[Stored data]
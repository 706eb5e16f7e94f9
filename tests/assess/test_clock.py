"""Rehearsals with a clock of known error: the estimate, and nothing said where there is none."""

from __future__ import annotations

import tempfile
from dataclasses import replace
from datetime import datetime, timedelta
from pathlib import Path
from random import Random

import pytest

from reporter.api import opened
from reporter.intake.read import read_bytes
from reporter.outcome import Outcome
from reporter.record import ProcessLog
from reporter.rehearse import Fault, Order, Profile, rehearse
from reporter.rehearse.order import settings
from reporter.units import read_unit
from tests.record_factory import assess, assessed, at, calibration, calibrations, event, readings

SAID = {"clock-differs", "calibration-not-logged", "calibration-gas-in-run"}


def outcome(order: Order) -> Outcome:
    with tempfile.TemporaryDirectory() as folder:
        path = Path(folder) / "rehearsal.xlsx"
        path.write_bytes(rehearse(order).workbook)
        return opened(path)


def said(found: Outcome, code: str = "") -> list[str]:
    return [p.found for p in found.problems if p.code in ({code} if code else SAID)]


def order(seed: int, interval: int = 60, fault: Fault | None = None, profile: Profile = Profile.STEADY) -> Order:
    return Order(seed=seed, interval=interval, fault=fault, profile=profile, runs=2, run_minutes=30)


@pytest.mark.parametrize(("seed", "interval"), [(1, 60), (2, 60), (3, 60), (4, 10), (5, 30), (6, 120)])
def test_the_shift_of_the_truth_is_estimated_within_the_interval(seed: int, interval: int) -> None:
    made = outcome(order(seed, interval, Fault.CLOCK_SHIFT))
    truth = 60.0 * settings()["fault"]["clock-shift"]["minutes"]
    (words,) = said(made, "clock-differs")
    assert "behind that of the calibrations" in words
    estimate = float(words.split("(+")[1].split(" s to be added")[0])
    assert abs(estimate - truth) <= interval
    assert "confidence 0." in words
    if interval == 60:
        runs = said(made, "calibration-gas-in-run")
        assert len(runs) == 2
        assert "O2 zero" in runs[0]


@pytest.mark.parametrize("minutes", [-20, -12, -5, 3, 25])
def test_clocks_that_are_ahead_or_far_behind(minutes: int, monkeypatch: pytest.MonkeyPatch) -> None:
    """Minutes the logger is behind the truth."""
    monkeypatch.setitem(settings()["fault"]["clock-shift"], "minutes", minutes)
    (words,) = said(outcome(order(21, fault=Fault.CLOCK_SHIFT)), "clock-differs")
    estimate = float(words.split("(")[1].split(" s to be added")[0])
    assert abs(estimate - 60.0 * minutes) <= 60.0
    assert ("behind" if minutes > 0 else "ahead of") in words


@pytest.mark.parametrize("minutes", [61, -120])
def test_a_clock_so_wrong_that_a_run_has_no_readings(minutes: int, monkeypatch: pytest.MonkeyPatch) -> None:
    """The file cannot be assessed, and what is wrong with it is said all the same."""
    monkeypatch.setitem(settings()["fault"]["clock-shift"], "minutes", minutes)
    found = read_bytes("rehearsal.xlsx", rehearse(order(21, fault=Fault.CLOCK_SHIFT)).workbook)
    assert found.record is None
    (hint,) = [p.found for p in found.problems if p.code == "clock-differs"]
    assert abs(float(hint.split("(")[1].split(" s to be added")[0]) - 60.0 * minutes) <= 60.0


def process(late: int, *, follows: bool = True) -> ProcessLog:
    """A load each minute whose steps the oxygen of `loaded` follows; its clock is so many minutes behind."""
    times = [at("07:30") + timedelta(minutes=k) for k in range(200)]
    values = [(step(time) if follows else 40.0 + 0.1 * (k % 7),) for k, time in enumerate(times)]
    units = (read_unit("t/h"),)
    return ProcessLog(("Load",), units, tuple(t - timedelta(minutes=late) for t in times), tuple(values))


def step(time: datetime) -> float:
    """A load that goes to another height each seven minutes."""
    return 40.0 + Random(int((time - at("07:00")).total_seconds() // 420)).random() * 13.0


def loaded() -> Outcome:
    return assessed(readings=readings({"NOx": 40.0, "CO": 10.0, "O2": lambda t: 9.0 - step(t) / 10.0, "CO2": 9.0}))


@pytest.mark.parametrize("late", [0, 10, -8])
def test_a_process_log_by_another_clock(late: int) -> None:
    made = assess(replace(loaded().record, process=process(late)))
    words = said(made, "clock-differs")
    assert len(words) == (late != 0)
    if late:
        assert words[0].startswith("O2 against Load: the clock of the readings stands ")
        estimate = float(words[0].split("(")[1].split(" s to be added")[0])
        assert estimate == -60.0 * late


def test_a_process_log_that_nothing_follows_tells_nothing() -> None:
    assert said(assess(replace(loaded().record, process=process(10, follows=False)))) == []


@pytest.mark.parametrize("seed", range(10, 18))
def test_without_a_fault_nothing_is_said(seed: int) -> None:
    profile = list(Profile)[seed % 3]
    assert said(outcome(order(seed, (60, 30, 300)[seed % 3], profile=profile))) == []


@pytest.mark.parametrize("fault", [fault for fault in Fault if fault is not Fault.CLOCK_SHIFT])
def test_another_fault_is_not_blamed_on_the_clock(fault: Fault) -> None:
    assert said(outcome(order(3, fault=fault))) == []


def test_nothing_is_shifted() -> None:
    """The runs keep the readings that the stamps give them, whatever is said of the clock."""
    made = outcome(order(1, fault=Fault.CLOCK_SHIFT))
    first, run = made.runs[0].gases[0].series, made.record.runs[0]
    assert first is not None
    assert first.used[0][0] == run.start.value
    assert len(first.used) == 30


def test_a_gas_that_the_log_does_not_show() -> None:
    made = assessed(
        readings=readings(), calibrations=(*calibrations(), calibration("08:50", "NOx", "system", "zero", 0.0))
    )
    (words,) = said(made, "calibration-not-logged")
    assert words.startswith("NOx: 1 calibration reading(s), the first at 08:50: zero gas read as 0, the log shows 40 ")


def test_a_log_that_stops_before_the_gas_says_nothing() -> None:
    rows = (*calibrations(), calibration("10:50", "NOx", "system", "zero", 0.0))
    assert said(assessed(calibrations=rows)) == []


def test_a_calibration_entered_inside_a_run_and_shown_there() -> None:
    def zero(time: object) -> float:
        return 0.0 if str(time)[11:16] in ("08:14", "08:15") else 40.0

    rows = (*calibrations(), calibration("08:15", "NOx", "system", "zero", 0.0))
    values = {"NOx": zero, "CO": 10.0, "O2": 5.0, "CO2": 9.0}
    words = said(assessed(calibrations=rows, readings=readings(values)), "calibration-gas-in-run")
    assert words == ["run 1: NOx zero; the first at 08:15 by the clock of the readings"]
    excluded = event("08:13", "zero gas", until="08:15", excluded=True, reason="zero check")
    left_out = assessed(calibrations=rows, readings=readings(values), events=(excluded,))
    assert said(left_out, "calibration-gas-in-run") == []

_ACTIVITY_: From the first line to the last, repeat the records exactly.

_REPLY_:
repository 706eb5e16f7e94f9
filename tests/assess/test_clock.py
"""Rehearsals with a clock of known error: the estimate, and nothing said where there is none."""

from __future__ import annotations

import tempfile
from dataclasses import replace
from datetime import datetime, timedelta
from pathlib import Path
from random import Random

import pytest

from reporter.api import opened
from reporter.intake.read import read_bytes
from reporter.outcome import Outcome
from reporter.record import ProcessLog
from reporter.rehearse import Fault, Order, Profile, rehearse
from reporter.rehearse.order import settings
from reporter.units import read_unit
from tests.record_factory import assess, assessed, at, calibration, calibrations, event, readings

SAID = {"clock-differs", "calibration-not-logged", "calibration-gas-in-run"}


def outcome(order: Order) -> Outcome:
    with tempfile.TemporaryDirectory() as folder:
        path = Path(folder) / "rehearsal.xlsx"
        path.write_bytes(rehearse(order).workbook)
        return opened(path)


def said(found: Outcome, code: str = "") -> list[str]:
    return [p.found for p in found.problems if p.code in ({code} if code else SAID)]


def order(seed: int, interval: int = 60, fault: Fault | None = None, profile: Profile = Profile.STEADY) -> Order:
    return Order(seed=seed, interval=interval, fault=fault, profile=profile, runs=2, run_minutes=30)


@pytest.mark.parametrize(("seed", "interval"), [(1, 60), (2, 60), (3, 60), (4, 10), (5, 30), (6, 120)])
def test_the_shift_of_the_truth_is_estimated_within_the_interval(seed: int, interval: int) -> None:
    made = outcome(order(seed, interval, Fault.CLOCK_SHIFT))
    truth = 60.0 * settings()["fault"]["clock-shift"]["minutes"]
    (words,) = said(made, "clock-differs")
    assert "behind that of the calibrations" in words
    estimate = float(words.split("(+")[1].split(" s to be added")[0])
    assert abs(estimate - truth) <= interval
    assert "confidence 0." in words
    if interval == 60:
        runs = said(made, "calibration-gas-in-run")
        assert len(runs) == 2
        assert "O2 zero" in runs[0]


@pytest.mark.parametrize("minutes", [-20, -12, -5, 3, 25])
def test_clocks_that_are_ahead_or_far_behind(minutes: int, monkeypatch: pytest.MonkeyPatch) -> None:
    """Minutes the logger is behind the truth."""
    monkeypatch.setitem(settings()["fault"]["clock-shift"], "minutes", minutes)
    (words,) = said(outcome(order(21, fault=Fault.CLOCK_SHIFT)), "clock-differs")
    estimate = float(words.split("(")[1].split(" s to be added")[0])
    assert abs(estimate - 60.0 * minutes) <= 60.0
    assert ("behind" if minutes > 0 else "ahead of") in words


@pytest.mark.parametrize("minutes", [61, -120])
def test_a_clock_so_wrong_that_a_run_has_no_readings(minutes: int, monkeypatch: pytest.MonkeyPatch) -> None:
    """The file cannot be assessed, and what is wrong with it is said all the same."""
    monkeypatch.setitem(settings()["fault"]["clock-shift"], "minutes", minutes)
    found = read_bytes("rehearsal.xlsx", rehearse(order(21, fault=Fault.CLOCK_SHIFT)).workbook)
    assert found.record is None
    (hint,) = [p.found for p in found.problems if p.code == "clock-differs"]
    assert abs(float(hint.split("(")[1].split(" s to be added")[0]) - 60.0 * minutes) <= 60.0


def process(late: int, *, follows: bool = True) -> ProcessLog:
    """A load each minute whose steps the oxygen of `loaded` follows; its clock is so many minutes behind."""
    times = [at("07:30") + timedelta(minutes=k) for k in range(200)]
    values = [(step(time) if follows else 40.0 + 0.1 * (k % 7),) for k, time in enumerate(times)]
    units = (read_unit("t/h"),)
    return ProcessLog(("Load",), units, tuple(t - timedelta(minutes=late) for t in times), tuple(values))


def step(time: datetime) -> float:
    """A load that goes to another height each seven minutes."""
    return 40.0 + Random(int((time - at("07:00")).total_seconds() // 420)).random() * 13.0


def loaded() -> Outcome:
    return assessed(readings=readings({"NOx": 40.0, "CO": 10.0, "O2": lambda t: 9.0 - step(t) / 10.0, "CO2": 9.0}))


@pytest.mark.parametrize("late", [0, 10, -8])
def test_a_process_log_by_another_clock(late: int) -> None:
    made = assess(replace(loaded().record, process=process(late)))
    words = said(made, "clock-differs")
    assert len(words) == (late != 0)
    if late:
        assert words[0].startswith("O2 against Load: the clock of the readings stands ")
        estimate = float(words[0].split("(")[1].split(" s to be added")[0])
        assert estimate == -60.0 * late


def test_a_process_log_that_nothing_follows_tells_nothing() -> None:
    assert said(assess(replace(loaded().record, process=process(10, follows=False)))) == []


@pytest.mark.parametrize("seed", range(10, 18))
def test_without_a_fault_nothing_is_said(seed: int) -> None:
    profile = list(Profile)[seed % 3]
    assert said(outcome(order(seed, (60, 30, 300)[seed % 3], profile=profile))) == []


@pytest.mark.parametrize("fault", [fault for fault in Fault if fault is not Fault.CLOCK_SHIFT])
def test_another_fault_is_not_blamed_on_the_clock(fault: Fault) -> None:
    assert said(outcome(order(3, fault=fault))) == []


def test_nothing_is_shifted() -> None:
    """The runs keep the readings that the stamps give them, whatever is said of the clock."""
    made = outcome(order(1, fault=Fault.CLOCK_SHIFT))
    first, run = made.runs[0].gases[0].series, made.record.runs[0]
    assert first is not None
    assert first.used[0][0] == run.start.value
    assert len(first.used) == 30


def test_a_gas_that_the_log_does_not_show() -> None:
    made = assessed(
        readings=readings(), calibrations=(*calibrations(), calibration("08:50", "NOx", "system", "zero", 0.0))
    )
    (words,) = said(made, "calibration-not-logged")
    assert words.startswith("NOx: 1 calibration reading(s), the first at 08:50: zero gas read as 0, the log shows 40 ")


def test_a_log_that_stops_before_the_gas_says_nothing() -> None:
    rows = (*calibrations(), calibration("10:50", "NOx", "system", "zero", 0.0))
    assert said(assessed(calibrations=rows)) == []


def test_a_calibration_entered_inside_a_run_and_shown_there() -> None:
    def zero(time: object) -> float:
        return 0.0 if str(time)[11:16] in ("08:14", "08:15") else 40.0

    rows = (*calibrations(), calibration("08:15", "NOx", "system", "zero", 0.0))
    values = {"NOx": zero, "CO": 10.0, "O2": 5.0, "CO2": 9.0}
    words = said(assessed(calibrations=rows, readings=readings(values)), "calibration-gas-in-run")
    assert words == ["run 1: NOx zero; the first at 08:15 by the clock of the readings"]
    excluded = event("08:13", "zero gas", until="08:15", excluded=True, reason="zero check")
    left_out = assessed(calibrations=rows, readings=readings(values), events=(excluded,))
    assert said(left_out, "calibration-gas-in-run") == []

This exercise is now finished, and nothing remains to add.